NEGOCIATIONS COLLECTIVES : Les règles à respecter lors de la diffusion de tracts

Les tracts peuvent être diffusés dans l’enceinte de l’entreprise si les conditions de distribution n’apportent pas un trouble injustifié à l’exécution normale du travail ou à la marche de l’entreprise (Cass. crim., 30 janv. 1973, n° 72-91.807).
Saisie de ce sujet, la Cour de cassation a jugé que la distribution de tracts effectuée dans un couloir conduisant aux ateliers et avant la reprise du travail n’est pas illégal (Cass. crim., 21 févr. 1979, n° 77-92.618). Elle précise également que l’employeur ne peut pas fixer unilatéralement l’endroit où devrait s’effectuer la diffusion (Cass. crim., 27 nov. 1973, n° 73-90.495).
 
En revanche, le moment de la diffusion des tracts est encadré, ils ne peuvent être diffusés qu’aux heures d’entrée et de sortie de travail (L.2142-4 Code du travail).
Ainsi, en distribuant des tracts lors des allées et venues des salariés pour raisons professionnelles, le délégué syndical ou représentant de la section syndicale commet une faute (Cass. crim., 10 mai 1979, n° 78-40.900).
La diffusion de tracts est aussi interdite pendant les pauses accordées sur les lieux de travail, donc dans l’enceinte de l’entreprise. Même si elles ne sont pas comptées dans la durée du travail effectif, elles ne sont pas assimilées à des heures d’entrée et de sortie du travail (Cass. soc., 8 juill. 1982, n° 81-14.176). C’est également le cas de la diffusion faite pendant le temps de repas pris dans un local ou cantine de l’entreprise (Cass. soc., 9 juin 1983, n° 82-11.087).
Enfin, l’administration autorise la distribution uniquement pendant les plages mobiles en cas d’horaires variables pour l’ensemble de l’entreprise ou pendant les changements d’équipe en cas de travail par équipes (Rép. min. n° 5032 : JOAN Q, 2 nov. 1978, p. 6979).
 
Nous vous précisions que ces restrictions ne sont pas applicables pour la diffusion de tracts à l’extérieur de l’entreprise.
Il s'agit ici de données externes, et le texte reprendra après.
@pytest.mark.parametrize(
    ("plx", "prior"),
    [
        (2.0, UniformDensity(100.0)),  # r = 500 pc beyond r_max = 100 pc
        (0.0, ExponentialDensity(1000.0)),  # no distance at all
        (-1.0, ExponentialDensity(1000.0)),
    ],
)
def test_a_zero_parallax_error_outside_the_prior_is_refused_by_name(plx, prior):
    # project rule: a clear error naming the field and value; the fixed distance 1000 / parallax must be > 0
    # and inside the prior's support (posterior_samples)
    with pytest.raises(InputError) as err:
        posterior_samples(invented_star(plx, 0.0), prior, n=200, seed=1)
    assert err.value.field == "parallax"
    assert err.value.value == plx


# ----------------------------------------------------------------------------- seeds and MCMC diagnostics


def test_reweighting_through_posterior_samples_records_its_seed():
    # resolve_seed rule: the result records the integer that reproduces it
    star = invented_star(4.0, 0.4)
    a = posterior_samples(star, ExponentialDensity(400.0), n=1000, seed=21, method="reweight")
    b = posterior_samples(star, ExponentialDensity(400.0), n=1000, seed=a.seed, method="reweight")
    assert a.seed == 21 and a.method == "reweight"
    assert np.array_equal(a.values, b.values) and np.array_equal(a.weights, b.weights)


def test_mcmc_branch_reports_requested_and_delivered_sizes():
    # posterior_samples (MCMC): info records the number of draws asked for and delivered, and never claims
    # more effective draws than were delivered (the thinned chain keeps about one draw per autocorrelation time)
    star = invented_star(2.0, 0.5, others=False)
    with warnings.catch_warnings():
        warnings.simplefilter("ignore", PerierrWarning)
        s = posterior_samples(star, ExponentialDensity(1000.0), n=300, seed=1, method="mcmc", n_walkers=8)
    assert s.method == "mcmc" and s.seed == 1 and s.weights is None
    assert s.info["n_requested"] == 300
    # the options reach the sampler: 8 walkers, and the effective size asked is min(mcmc_effective_size, n) =
    # 300, so the chain stops soon after 50 tau (emcee's rule) and 300 effective draws (mcmc module docstring)
    assert s.info["n_walkers"] == 8
    tau = max(s.info["autocorrelation_time"].values())
    assert s.info["n_steps"] <= 1.3 * (s.info["burn_in"] + max(50 * tau, 300 * tau / 8))
    assert s.info["n_delivered"] == s.n
    assert s.info["effective_size"] <= s.n
    assert "switched_to_mcmc" not in s.info and "reweight_effective_size" not in s.info
    # inputs held exact stay at their catalogue values, column by column (OBSERVABLES order); the parallax
    # varies and stays positive (distances are sampled)
    for k in (0, 1, 3, 4, 5):
        assert np.all(s.values[:, k] == star.mean[k])
    assert np.ptp(s.values[:, PLX]) > 0 and np.all(s.values[:, PLX] > 0)


@pytest.mark.parametrize(("sampler_ess", "expected"), [(25.0, 25.0), (60.0, 40.0), (None, 40.0)])
def test_mcmc_block_caps_the_effective_size_at_the_draws_delivered(sampler_ess, expected):
    # posterior_samples (MCMC branch): the block records the switch reason, the reweighting effective size
    # tried, the sizes asked and delivered, and an effective size never above the draws delivered (a thinned
    # chain keeps about one draw per autocorrelation time; common practice, no source); the sampler's own
    # info is not changed
    from perierr.sampling.gaussian import Samples
    from perierr.sampling.posterior import _mcmc_samples

    info = {"burn_in": 12} if sampler_ess is None else {"burn_in": 12, "effective_size": sampler_ess}
    out = Samples(np.zeros((40, 6)), method="mcmc", seed=None, info=dict(info))
    got = _mcmc_samples(out, 500, 77, "nominal parallax <= 0", 12.5)
    assert (got.method, got.seed, got.weights) == ("mcmc", 77, None)
    assert got.info == {
        "burn_in": 12,
        "effective_size": expected,
        "switched_to_mcmc": "nominal parallax <= 0",
        "reweight_effective_size": 12.5,
        "n_requested": 500,
        "n_delivered": 40,
    }
    assert out.info == info
    plain = _mcmc_samples(out, 500, 77, None, None)
    assert "switched_to_mcmc" not in plain.info and "reweight_effective_size" not in plain.info


def test_mcmc_log_target_matches_the_closed_form_and_is_minus_inf_silently_off_the_support():
    # mcmc module docstring: ln p(x) = -(z_0^2 + sum_j z_j^2) / 2 + ln P(r) + ln r with r = exp(x_0) and
    # z_0 = (1000 / r - parallax) / sigma (Gaussian likelihood, Bailer-Jones 2015, PASP 127, 994, eq. 2, times
    # the prior, and the Jacobian of r -> ln r); checked against scipy.stats.norm and the EDSD closed form
    # P(r) = r^2 exp(-r / L) / (2 L^3) (Bailer-Jones 2015, eq. 18), up to the constant ln(2 pi) terms
    from scipy import stats

    from perierr.sampling.mcmc import _log_target

    plx0, sig, big_l = 2.0, 0.5, 1000.0
    log_prob = _log_target(ExponentialDensity(big_l), plx0, sig)
    x = np.array([[np.log(400.0), 0.3], [np.log(650.0), -1.2], [np.log(90.0), 2.0]])
    r = np.exp(x[:, 0])
    expected = (
        stats.norm.logpdf(1000.0 / r, loc=plx0, scale=sig)
        + np.log(sig)
        + 0.5 * np.log(2 * np.pi)
        + stats.norm.logpdf(x[:, 1])
        + 0.5 * np.log(2 * np.pi)
        + np.log(r**2 * np.exp(-r / big_l) / (2 * big_l**3))
        + np.log(r)
    )
    np.testing.assert_allclose(log_prob(x), expected, rtol=1e-12)
    # project rule: no silent NaN; a walker where the density is zero or the distance is not representable
    # (r overflows to inf, underflows to 0, or is infinite) has ln p = -inf, without a warning
    far = np.array([[800.0, 0.0], [-800.0, 0.0], [np.inf, 0.0], [-np.inf, 0.0], [np.log(400.0), np.inf]])
    with warnings.catch_warnings():
        warnings.simplefilter("error")
        for prior in (ExponentialDensity(big_l), UniformDensity(3000.0)):
            got = _log_target(prior, plx0, sig)(far)
            assert np.array_equal(got, np.full(len(far), -np.inf))


def held_star():
    """An invented star (no real object) whose only uncertain observable is the parallax (one sampled parameter)."""
    return invented_star(2.0, 0.5, others=False)


@pytest.mark.parametrize(("n_effective", "n_walkers", "seed"), [(600, 8, 2), (100, 64, 3)])
def test_mcmc_runs_until_its_stopping_rule_holds_and_not_much_longer(n_effective, n_walkers, seed, caplog, capfd):
    # mcmc module docstring: the run is extended until it is at least 50 tau long after a burn-in of 5 tau
    # (emcee's reliability rule) and holds the requested effective size walkers x kept / tau; it then returns
    # without a warning. The first case is bound by the effective size, the second by the 50 tau.
    from perierr.priors import sample_posterior_mcmc

    with warnings.catch_warnings():
        warnings.simplefilter("error")
        s = sample_posterior_mcmc(
            held_star(), ExponentialDensity(1000.0), n_effective=n_effective, seed=seed, n_walkers=n_walkers
        )
    info = s.info
    tau = max(info["autocorrelation_time"].values())
    kept = info["n_steps"] - info["burn_in"]
    assert kept >= 50 * tau
    assert info["effective_size"] == pytest.approx(n_walkers * kept / tau, rel=1e-12)
    assert info["effective_size"] >= n_effective
    assert info["thin"] == int(np.ceil(tau))
    # the draws are the chain after the burn-in, every thin-th step of every walker
    # (emcee.EnsembleSampler.get_chain(discard, thin))
    assert s.n == n_walkers * (kept // info["thin"])
    assert s.seed == seed and info["n_walkers"] == n_walkers and info["sampled_parameters"] == ["ln_distance"]
    assert s.method == "mcmc" and s.weights is None
    assert 0.0 < info["acceptance_fraction"] < 1.0
    # "extended until": each extension is sized to what the rule still needs, so the chain stops soon after
    # the rule holds; 30 % beyond it allows for the re-estimated tau (measured: at most 9 % on ten seeds)
    need = info["burn_in"] + max(50 * tau, n_effective * tau / n_walkers)
    assert info["n_steps"] <= 1.3 * need
    # a library prints and logs nothing while sampling (no progress bar; common practice, no source)
    assert caplog.records == []
    assert capfd.readouterr().err == ""


class _StoredChain:
    """Stands in for an emcee sampler: get_chain() returns a fixed chain of shape (steps, walkers, ndim)."""

    def __init__(self, chain):
        self.chain = chain

    def get_chain(self):
        return self.chain


def ar1_chain(phi, steps, walkers, rng):
    """Gaussian AR(1) chains x_t = phi x_{t-1} + sqrt(1 - phi^2) e_t, one parameter (textbook, no source)."""
    x = np.zeros((steps, walkers))
    e = rng.standard_normal((steps, walkers))
    for t in range(1, steps):
        x[t] = phi * x[t - 1] + np.sqrt(1 - phi * phi) * e[t]
    return x[:, :, None]


def drifting_chain(steps, walkers, rng):
    """Walkers still drifting: a linear trend plus small noise, one parameter (a chain far from converged)."""
    t = np.arange(steps, dtype=float)[:, None]
    return (t + rng.uniform(0, 5, walkers) + 1e-3 * rng.standard_normal((steps, walkers)))[:, :, None]


@pytest.mark.parametrize(("kind", "steps"), [("ar1", 2000), ("drifting", 400)])
def test_burn_in_is_five_autocorrelation_times(kind, steps):
    # _tau_and_burn docstring and DEVELOPERS.md: a burn-in of 5 tau (two passes: tau of the later half of the
    # chain, then tau after the burn-in), never more than half the chain; the estimator is emcee's
    # integrated_time (Sokal 1997), used here as the reference. A drifting chain has a burn-in of more than a
    # third of its length.
    from emcee.autocorr import integrated_time

    from perierr.sampling.mcmc import _tau_and_burn

    rng = np.random.default_rng(4)
    chain = ar1_chain(0.8, steps, 8, rng) if kind == "ar1" else drifting_chain(steps, 8, rng)
    first = integrated_time(chain[steps // 2 :], tol=0, quiet=True)
    burn_expected = min(int(np.ceil(5 * first.max())), steps // 2)
    tau, burn = _tau_and_burn(_StoredChain(chain), steps)
    assert burn == burn_expected and isinstance(burn, int)
    assert burn <= steps // 2
    if kind == "drifting":
        assert burn > steps // 3
    np.testing.assert_allclose(tau, integrated_time(chain[burn_expected:], tol=0, quiet=True), rtol=1e-12)


def test_a_chain_that_never_moved_is_refused_naming_its_length():
    # _finite_tau: a chain that never moved has no finite autocorrelation time (0/0 in the autocorrelation);
    # the error says so with the number of steps
    from perierr.priors import ChainTooShortError
    from perierr.sampling.mcmc import _tau_and_burn

    with warnings.catch_warnings():
        warnings.simplefilter("ignore", RuntimeWarning)  # emcee's own 0/0 in its autocorrelation
        with pytest.raises(ChainTooShortError, match="did not move in 500 steps"):
            _tau_and_burn(_StoredChain(np.full((500, 8, 1), 3.0)), 500)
Ne sont pas visés par l'article L. 2142-4 du Code du travail la distribution de tracts sur la voie publique, ni dans les parties communes de l'immeuble où l'entreprise occupe des locaux, ni dans l'établissement d'un client au sein duquel des salariés de l'entreprise effectuent des missions. L'employeur ne peut donc pas invoquer ce texte pour contester la licéité de distributions de tracts syndicaux effectués en ces lieux (Cass. soc., 18 janv. 2011, n° 09-12.240).
Cependant, nous vous alertons qu’en cas de distribution à l’extérieur de l’entreprise, le contenu du tract sera soumis aux règles relatives au droit de la presse, à savoir l’interdiction des diffamations et des injures publiques (Cass. soc., 28 févr. 2007, n° 05-15.228).
 
Compte tenu de la diversité dans l'organisation du temps de travail, les conventions collectives et accords d'entreprise peuvent prévoir des adaptations au bon exercice de ce droit dans l'entreprise.